# Electro Magnetic Coupling (Federal SN Co)



## Nigel Wing (Sep 26, 2006)

As an apprentice electrician at Silley Cox & Co. Falmouth, between 1959 - 1964, I remember several Federal SN ships having two Main Engines, coupled to a single screw, via an electro magnetic coupling, (Surrey) for example.
The unpleasant task of cleaning the electrical coils on this gear, normally occured during drydockings, and I became involved on more than one occasion.
I have often wondered how it worked, and whether one Main Engine could be coupled/uncoupled as necessary.
If anyone can reply with a simple explanation I would much appreciate this, it was probably simple, but as an apprentice sometimes enough attention was not paid.
Cheers.
Nigel.


----------



## J Boyde (Apr 7, 2005)

I was 4th on the Wairata, she had two Nordberg engines coupled through magnetic couplings on to reduction gears finishing up with a single shaft. Manouvering, normaly, one engine ahead, one astern. When the ship was to be started the telgraph would indicate direction, ie, ahead or astern. On her it was a matter of putting a switch (like a big knob) If ahead. it was pushed forward. If astern, backwards. Very simple to manouver. Use the a throtle on whichever engine was required. Double ring, (popular move in Bombay) Full power to the required direction, then stop the other then start in the direction required, then couple the two together. The power had to be agusted to that both engines had the rame revs. Her running speed was 72 rpm, for around 14 knots. 
Hope this helps, like the ship, I too and getting old and do miss things.
Jim B


----------



## CONDOR (Jun 26, 2009)

I was engineering officer on a US Navy ship. 6 large 16 cyl. diesel engines. 3 diesels connected to each shaft (2 shafts), through a electro magnetic coupling, which then connected to a speed reduction gear, and thence to the propulsion shafts.
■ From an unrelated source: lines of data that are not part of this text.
"""Bad packages, each with its exact message.

Every expected text is this program's own wording.
"""

from __future__ import annotations

from facts.bad_requests import ABOVE_ZERO, BARE, PRESSURES, TEMPERATURES

NUMBER = "a number with a decimal point, such as 8.07131, is allowed."
KEY = "a key of lower-case letters, digits, '-' and '.' is allowed, such as water-sr1-86."
FORMULA = "a formula of element symbols and counts is allowed, such as C2H5OH."
CONTROL = "it holds a control character or an unpaired surrogate; plain text is allowed."
COEFFICIENTS = "coefficients such as A=8.07131; B=1730.63; C=233.426 are allowed, each once."
UNCERTAINTY = "pieces such as '0.025 % up to 373 K; 0.1 % (k=2)' are allowed."
WINDOW = "the lower bound must lie above 0 K and below the upper bound."
ABOUT_KELVIN = "ice-point-273.16 is about kelvin: K or degR."
NEITHER = "with this key, neither in the package nor in the library."
FILES = (
    "compounds.csv, names.csv, sources.csv, correlations.csv, fixed_points.csv, printed_values.csv, datasets.csv, "
    "points.csv, preferences.csv"
)
BASE = {
    "compounds.csv": ("brindovane", "tallowane"),
    "names.csv": ("brindovane", "tallowane"),
    "sources.csv": (
        "invented-evaluation-c", "invented-handbook-b", "invented-handbook-d", "invented-measurements-a",
        "invented-measurements-e", "invented-measurements-i",
    ),
    "correlations.csv": (
        "brindovane-antoine-low", "brindovane-density", "brindovane-kirchhoff", "tallowane-antoine-high",
        "tallowane-antoine-low", "tallowane-enthalpy",
    ),
    "fixed_points.csv": (
        "brindovane-critical-temperature", "brindovane-triple-point-temperature", "tallowane-acentric-factor",
    ),
    "printed_values.csv": ("brindovane-kirchhoff-at-400",),
    "datasets.csv": ("tallowane-enthalpy-measured",),
    "points.csv": ("tallowane-enthalpy-measured",),
    "preferences.csv": ("tallowane-antoine-high-first",),
}  # fmt: skip
"""The small valid package that every bad one is made from: these rows of the invented scenario, by their first cell.

Line 2 of a file is the first of its rows, and so on.
"""

# how a package is changed: (verb, file, ...), as test_bad_input.EDITS reads them; None leaves the column or file out
_C, _F, _N, _S, _D = "correlations.csv", "fixed_points.csv", "names.csv", "sources.csv", "datasets.csv"
_K, _P, _V, _R = "compounds.csv", "points.csv", "printed_values.csv", "preferences.csv"
_J = "datapackage.json"
_LOW = "A=22.14808; B=3909.70; C=-45.63"


def _in_cell(file: str, line: int, column: str, text: str, why: str, shown: str | None = None) -> tuple:
    """One bad cell: the change and the message at its place."""
    given = f"{text!r} given; " if shown is None else shown
    return (("cell", file, line, column, text),), (f"{file}, line {line}, column {column}: {given}{why}",)


def _described(path: str, why: str) -> tuple:
    """One bad path in the descriptor."""
    return (("paths", _J, path),), (f"{_J}: resource {path!r} {why}",)


_NO_POINTS = (
    "datasets.csv, line 2, column key: 'tallowane-enthalpy-measured' given; "
    "points.csv has no point of it; a dataset has at least one."
)
_NO_ZIP = (
    "it is no folder and no zip that can be read (File is not a zip file). Give the folder that holds datapackage.json."
)
_JSON = f"{_J}: it must be JSON in UTF-8 with a list of resources that have a path."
Great for maneuvering, with some engines running ahead and some in reverse. Quick connect disconnect thruough a simple throw of a hand toggle switch. It was rumored that you could even start a dead engine by energizing the coupling taking power from an On Line engine, but we never dared tried that. CONDOR


----------



## jim garnett (Sep 13, 2009)

Nigel Wing said:


> As an apprentice electrician at Silley Cox & Co. Falmouth, between 1959 - 1964, I remember several Federal SN ships having two Main Engines, coupled to a single screw, via an electro magnetic coupling, (Surrey) for example.
> The unpleasant task of cleaning the electrical coils on this gear, normally occured during drydockings, and I became involved on more than one occasion.
> I have often wondered how it worked, and whether one Main Engine could be coupled/uncoupled as necessary.
> If anyone can reply with a simple explanation I would much appreciate this, it was probably simple, but as an apprentice sometimes enough attention was not paid.
> ...


i served for two years on a C1A vessel la estancia/montcalm.It had two sulzer engines coupled to one shaft via manetic couplings and recduction gear.Yes the engines could be uncoupled by simple switches 
on the contol panel.During manoeuvering one engine was run in the ahead direction and the other astern.
It made things very simple and saved a lot of compressed air.See wikipedia C1A vessels.

Jim garnett


----------



## billmaca (Jan 14, 2006)

The Wiamati Union Steam NZ had a similar setup


----------